Осенью мы жили у присланного из Москвы Б., с которым неоднократно говорили о том, что нас ждет. Однажды к дому, где мы жили, подъехали грузовики, и в несколько часов весь квартал был выселен. Тогда уже начали практиковаться массовые организационные действия, вроде переселения целого квартала или, как было когда-то в Киеве, обыска для «изъятия излишков», произведенного в одну ночь во всем городе. Теперь, после того, как мы испытали подлинную массовость предприятий, это кажется детской забавой, но тогда на нас, еще неопытных, эти переселения и обыски производили впечатление. Первые опыты — силы только набирались.
Постоянным жителям квартала выдали заранее приготовленные ордера на новое жилье. Нам ехать было некуда, и наши вещи бросили на полугрузовичок, мы назвали «Дом искусств», и шофер торжественно покатил нас по назначению. Мне почему-то запомнилась эта фантасмагория и забавнейшая деталь, придававшая всему еще более фантастический характер: шофер был негром. Откуда взялся негр, я не знаю, но он промчал нас по яркой центральной улице Тифлиса и остановился у изящного особняка в самой лучшей части Тифлиса. Этот особняк, брошенный владельцами, передали во владение поэтам из любимой в Грузии группы «Голубые роги». Мы самочинно, без разрешения властей и новых хозяев особняка «Голубых рогов», заняли один из небольших кабинетов на нижнем этаже, где были приемные, гостиные и террасы. На втором этаже жили Паоло Яшвили и Тициан Табидзе. Возмущенные нашим самочинством, слуги бегали жаловаться комиссарам просвещения, за которыми числился особняк, и время от времени по приказанию комиссаров Канделаки и Брехничева не пускали нас в дом. Тогда с верхнего этажа спускался Яшвили и, феодальным жестом отшвырнув слугу, пропускал нас в дом. Мы продержались там около месяца. Поэты раздобыли Мандельштаму перевод Важа Пшавелы, и на террасах нижнего этажа время от времени между ними и Мандельштамом вспыхивали споры, в которые обе стороны вкладывали южную ярость и пыл. Мандельштам нападал на символистов, а Яшвили именем Андрея Белого клялся уничтожить всех врагов символистов. Антисимволистического пыла у Мандельштама хватило на все статьи 1922 года. Доводы оттачивались в тифлисских спорах. Младшие «Голубые роги», Гаприндашвили и Мицишвили, тайно сочувствовали Мандельштаму, но старшие были непримиримы. Под конец Яшвили восклицал: «Кто вы такой, чтобы нас учить!..» А ведь правильно — что за миссионерский пыл обуял Мандельштама, чтобы громить то, что он считал ересью, в чужой и незнакомой ему поэзии… Зато сходились все на одном: в оценке Важа Пшавелы.

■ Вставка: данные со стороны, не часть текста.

// Reverse Cuthill-McKee order (George and Liu 1981, Computer Solution of Large Sparse
// Positive Definite Systems, ch. 4, from memory): breadth-first from a pseudo-peripheral
// unknown of each connected part, neighbours in order of increasing degree, then reversed.
// An unknown then has its pattern neighbours within about two layers of the search, so the
// factors stay in a band as wide as the widest layers.
class CuthillMcKee {
 public:
  CuthillMcKee(const std::vector<int64_t>& begin, const std::vector<int32_t>& adj)
      : begin_(begin), adj_(adj), n_(static_cast<int32_t>(begin.size()) - 1), stamp_(n_, -1) {}

  std::vector<int32_t> Order() {
    std::vector<int32_t> order;
    order.reserve(n_);
    std::vector<uint8_t> placed(n_, 0);
    for (int32_t root = 0; root < n_; ++root) {
      if (placed[root]) continue;
      const int32_t start = PseudoPeripheral(root);
      size_t head = order.size();
      order.push_back(start);
      placed[start] = 1;
      while (head < order.size()) {
        const int32_t v = order[head++];
        const size_t first = order.size();
        for (int64_t e = begin_[v]; e < begin_[v + 1]; ++e) {
          if (!placed[adj_[e]]) {
            placed[adj_[e]] = 1;
            order.push_back(adj_[e]);
          }
        }
        std::sort(order.begin() + first, order.end(), [this](int32_t x, int32_t y) {
          return Degree(x) != Degree(y) ? Degree(x) < Degree(y) : x < y;
        });
      }
    }
    std::reverse(order.begin(), order.end());
    return order;
  }

 private:
  int64_t Degree(int32_t v) const { return begin_[v + 1] - begin_[v]; }

  // Breadth-first from `from`; returns the number of layers after the first and leaves the
  // last layer in last_.
  int32_t Search(int32_t from) {
    ++search_;
    queue_.clear();
    queue_.push_back(from);
    stamp_[from] = search_;
    size_t layer_begin = 0;
    int32_t depth = 0;
    for (;;) {
      const size_t layer_end = queue_.size();
      for (size_t q = layer_begin; q < layer_end; ++q) {
        const int32_t v = queue_[q];
        for (int64_t e = begin_[v]; e < begin_[v + 1]; ++e) {
          if (stamp_[adj_[e]] != search_) {
            stamp_[adj_[e]] = search_;
            queue_.push_back(adj_[e]);
          }
        }
      }
      if (queue_.size() == layer_end) {
        last_.assign(queue_.begin() + static_cast<std::ptrdiff_t>(layer_begin),
                     queue_.begin() + static_cast<std::ptrdiff_t>(layer_end));
        return depth;
      }
      layer_begin = layer_end;
      ++depth;
    }
  }

  // PseudoPeripheral above, in the part of `root`.
  int32_t PseudoPeripheral(int32_t root) {
    return mdp::internal::PseudoPeripheral(begin_, root, 8, [this](int32_t x) {
      const int32_t depth = Search(x);
      return std::pair{depth, std::span<const int32_t>(last_)};
    });
  }

  const std::vector<int64_t>& begin_;
  const std::vector<int32_t>& adj_;
  int32_t n_;
  std::vector<int32_t> stamp_;
  int32_t search_ = -1;
  std::vector<int32_t> queue_;
  std::vector<int32_t> last_;
};

// Nested dissection (George 1973, "Nested dissection of a regular finite element mesh",
// SIAM J. Numer. Anal. 10(2); the automatic form of George and Liu 1981, ch. 8; from
// memory): a connected part is split by a middle layer of a breadth-first search from a
// pseudo-peripheral unknown, both sides are ordered (the same way, recursively) before the
// layer, and parts of at most kLeaf unknowns in the order of the search. Eliminating a side
// then never fills across the layer, so on a grid of side w the factors hold about
// n log n entries where a band order needs n w. Only the unknowns of the layer that touch
// the far side separate; the others join the near side.
class Dissection {
 public:
  Dissection(const std::vector<int64_t>& begin, const std::vector<int32_t>& adj)
      : begin_(begin),
        adj_(adj),
        n_(static_cast<int32_t>(begin.size()) - 1),
        part_(n_, kUnlabelled),
        stamp_(n_, -1),
        level_(n_, 0) {}

  std::vector<int32_t> Order() {
    // order is filled from the back: a part's layer first, then its sides, which are split
    // later (after the parts on the stack above them) and so come before it.
    std::vector<int32_t> order(n_);
    int32_t back = n_;
    std::vector<int32_t> stack;  // Seeds of parts to order; part_[seed] is the part's label.
    for (int32_t v = 0; v < n_; ++v) {
      if (part_[v] == kUnlabelled) stack.push_back(Label(v, kUnlabelled));
    }
    std::vector<int32_t> members;
    while (!stack.empty()) {
      const int32_t seed = stack.back();
      stack.pop_back();
      const int32_t label = part_[seed];
      Search(PseudoPeripheral(seed, label), label);
      const auto size = static_cast<int32_t>(queue_.size());
      const auto depth = static_cast<int32_t>(layer_begin_.size()) - 1;  // Layers.
      if (size <= kLeaf || depth < 3) {
        for (int32_t q = size - 1; q >= 0; --q) order[--back] = queue_[q];
        for (const int32_t v : queue_) part_[v] = kOrdered;
        continue;
      }
      // The first layer past the first whose end reaches half the part (not the first or
      // the last layer, so both sides are nonempty).
      int32_t middle = 1;
      while (middle + 1 < depth - 1 && layer_begin_[middle + 1] <= size / 2) ++middle;
      for (int32_t q = layer_begin_[middle]; q < layer_begin_[middle + 1]; ++q) {
        const int32_t v = queue_[q];
        if (TouchesLevel(v, label, middle + 1)) {
          part_[v] = kOrdered;
          order[--back] = v;
        } else {
          level_[v] = middle - 1;  // Joins the near side.
        }
      }
      members.assign(queue_.begin(), queue_.end());
      for (const int32_t v : members) {
        if (part_[v] == label) stack.push_back(Label(v, label));
      }
    }
    return order;
  }

 private:
  static constexpr int32_t kLeaf = 64;
  static constexpr int32_t kUnlabelled = -1;
  static constexpr int32_t kOrdered = -2;

  // Gives the connected set of unknowns labelled `from_label` around v a new label; returns v.
  int32_t Label(int32_t v, int32_t from_label) {
    const int32_t label = next_label_++;
    collect_.assign(1, v);
    part_[v] = label;
    for (size_t h = 0; h < collect_.size(); ++h) {
      const int32_t u = collect_[h];
      for (int64_t e = begin_[u]; e < begin_[u + 1]; ++e) {
        if (part_[adj_[e]] == from_label) {
          part_[adj_[e]] = label;
          collect_.push_back(adj_[e]);
        }
      }
    }
    return v;
  }

  bool TouchesLevel(int32_t v, int32_t label, int32_t level) const {
    for (int64_t e = begin_[v]; e < begin_[v + 1]; ++e) {
      if (part_[adj_[e]] == label && level_[adj_[e]] == level) return true;
    }
    return false;
  }

  // Breadth-first search of part `label` from `from`: queue_ in search order, layer k in
  // queue_[layer_begin_[k], layer_begin_[k + 1]), level_ set for every unknown reached.
  void Search(int32_t from, int32_t label) {
    ++search_;
    queue_.assign(1, from);
    layer_begin_.assign(1, 0);
    stamp_[from] = search_;
    level_[from] = 0;
    for (size_t begin = 0; begin < queue_.size();) {
      const size_t end = queue_.size();
      layer_begin_.push_back(static_cast<int32_t>(end));  // This layer is [begin, end).
      const auto next = static_cast<int32_t>(layer_begin_.size()) - 1;
      for (size_t q = begin; q < end; ++q) {
        const int32_t v = queue_[q];
        for (int64_t e = begin_[v]; e < begin_[v + 1]; ++e) {
          const int32_t u = adj_[e];
          if (part_[u] == label && stamp_[u] != search_) {
            stamp_[u] = search_;
            level_[u] = next;
            queue_.push_back(u);
          }
        }
      }
      begin = end;
    }
  }

  // PseudoPeripheral above, within part `label`.
  int32_t PseudoPeripheral(int32_t root, int32_t label) {
    return mdp::internal::PseudoPeripheral(begin_, root, 4, [this, label](int32_t x) {
      Search(x, label);
      const auto depth = static_cast<int32_t>(layer_begin_.size()) - 1;
      return std::pair{
          depth, std::span<const int32_t>(queue_).subspan(layer_begin_[depth - 1],
                                                          queue_.size() - layer_begin_[depth - 1])};
    });
  }

  const std::vector<int64_t>& begin_;
  const std::vector<int32_t>& adj_;
  int32_t n_;
  std::vector<int32_t> part_;   // A part's label, kUnlabelled or kOrdered.
  std::vector<int32_t> stamp_;  // == search_ iff reached by the current search.
  std::vector<int32_t> level_;  // Layer in the last search that reached the unknown.
  int32_t search_ = -1;
  int32_t next_label_ = 0;
  std::vector<int32_t> queue_;
  std::vector<int32_t> layer_begin_;  // Layers + 1 entries.
  std::vector<int32_t> collect_;
};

Комиссары, убедившись, что примитивно — ручным способом — выгнать нас нельзя из-за сопротивления Яшвили, дали нам ордер на какую-то гостиницу с разбитыми стеклами. Мы побыли там несколько дней, выпили вина с соседями — грузинскими милиционерами — и через Батуми уехали в зиму — на север. Новый двадцать второй год мы встретили на пароходе в Сухуми.

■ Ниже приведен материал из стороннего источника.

# --------------------------------------------------------------------------------------------
# Server processes and HTTP

class Resp:
    def __init__(self, status, headers, body):
        self.status = status
        self.headers = headers
        self.body = body

    def json(self):
        return json.loads(self.body)


class Server:
    def __init__(self, binary, workdir, name, args, env=None):
        self.binary = binary
        self.env = env  # variables set (or, when None, removed) on top of the test's
        self.workdir = workdir
        self.name = name
        self.args = args
        self.proc = None
        self.port = None
        self.counts = {}   # (method, route template, status) -> requests answered
        self.lock = threading.Lock()
        self.log = None

    def start(self):
        port_file = os.path.join(self.workdir, self.name + ".port")
        if os.path.exists(port_file):
            os.unlink(port_file)
        self.log = open(os.path.join(self.workdir, self.name + ".log"), "ab")
        self.proc = subprocess.Popen(
            [self.binary, "serve", "--listen", "127.0.0.1:0", "--port-file", port_file] +
            ([] if "--log-level" in self.args else ["--log-level", "warn"]) + self.args,
            stdout=self.log, stderr=subprocess.STDOUT, stdin=subprocess.DEVNULL,
            env=self.environment())
        deadline = time.monotonic() + START_TIMEOUT
        while time.monotonic() < deadline:
            if self.proc.poll() is not None:
                raise RuntimeError("%s exited with %s at start" % (self.name, self.proc.returncode))
            try:
                with open(port_file) as f:
                    text = f.read().strip()
                if text:
                    self.port = int(text)
                    self.counts = {}
                    return self
            except FileNotFoundError:
                pass
            time.sleep(0.02)
        raise RuntimeError("%s wrote no port file within %.0f s" % (self.name, START_TIMEOUT))

    def environment(self):
        env = dict(os.environ)
        for k, v in (self.env or {}).items():
            if v is None:
                env.pop(k, None)
            else:
                env[k] = v
        return env

    def alive(self):
        return self.proc is not None and self.proc.poll() is None

    def terminate(self, timeout=STOP_TIMEOUT):
        """SIGTERM by PID; returns (exit code or None on timeout, seconds taken)."""
        start = time.monotonic()
        os.kill(self.proc.pid, signal.SIGTERM)
        try:
            code = self.proc.wait(timeout=timeout)
        except subprocess.TimeoutExpired:
            code = None
        return code, time.monotonic() - start

    def kill9(self):
        os.kill(self.proc.pid, signal.SIGKILL)
        return self.proc.wait(timeout=STOP_TIMEOUT)

    def ensure_stopped(self):
        if self.proc is not None and self.proc.poll() is None:
            os.kill(self.proc.pid, signal.SIGTERM)
            try:
                self.proc.wait(timeout=STOP_TIMEOUT)
            except subprocess.TimeoutExpired:
                os.kill(self.proc.pid, signal.SIGKILL)
                self.proc.wait(timeout=STOP_TIMEOUT)
        if self.log is not None:
            self.log.close()
            self.log = None

    def request(self, method, path, body=None, headers=None):
        conn = http.client.HTTPConnection("127.0.0.1", self.port, timeout=HTTP_TIMEOUT)
        try:
            conn.request(method, path, body=body, headers=headers or {})
            r = conn.getresponse()
            data = r.read()
            return Resp(r.status, {k.lower(): v for k, v in r.getheaders()}, data)
        finally:
            conn.close()

    def count(self, method, template, status):
        with self.lock:
            key = (method, template, status)
            self.counts[key] = self.counts.get(key, 0) + 1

Переломное стихотворение с новым голосом «Умывался ночью на дворе» было написано в Доме искусств. Мандельштам действительно умывался ночью во дворе — в роскошном особняке не было водопровода, воду привозили из источника и наливали огромную бочку, стоявшую во дворе — всклянь, до самых краев. В стихи попало и грубое домотканое полотенце, которое мы привезли с Украины. У нас всегда было пристрастие к домотканым деревенским холстам, коврикам-килимам, глиняным кувшинам, а теперь и стеклянная банка кажется настоящей вещью по сравнению с белорозовой пластмассой, которую Ахматова почему-то называла «бессмертной фанерой», включая сюда все нейлоны и перлоны… Смогут ли новые материалы стать утварью или навсегда останутся изделиями? Думаю, что в понятие двадцатого века входит и смерть утвари, последнюю дань которой Мандельштам отдал в статье 22 года.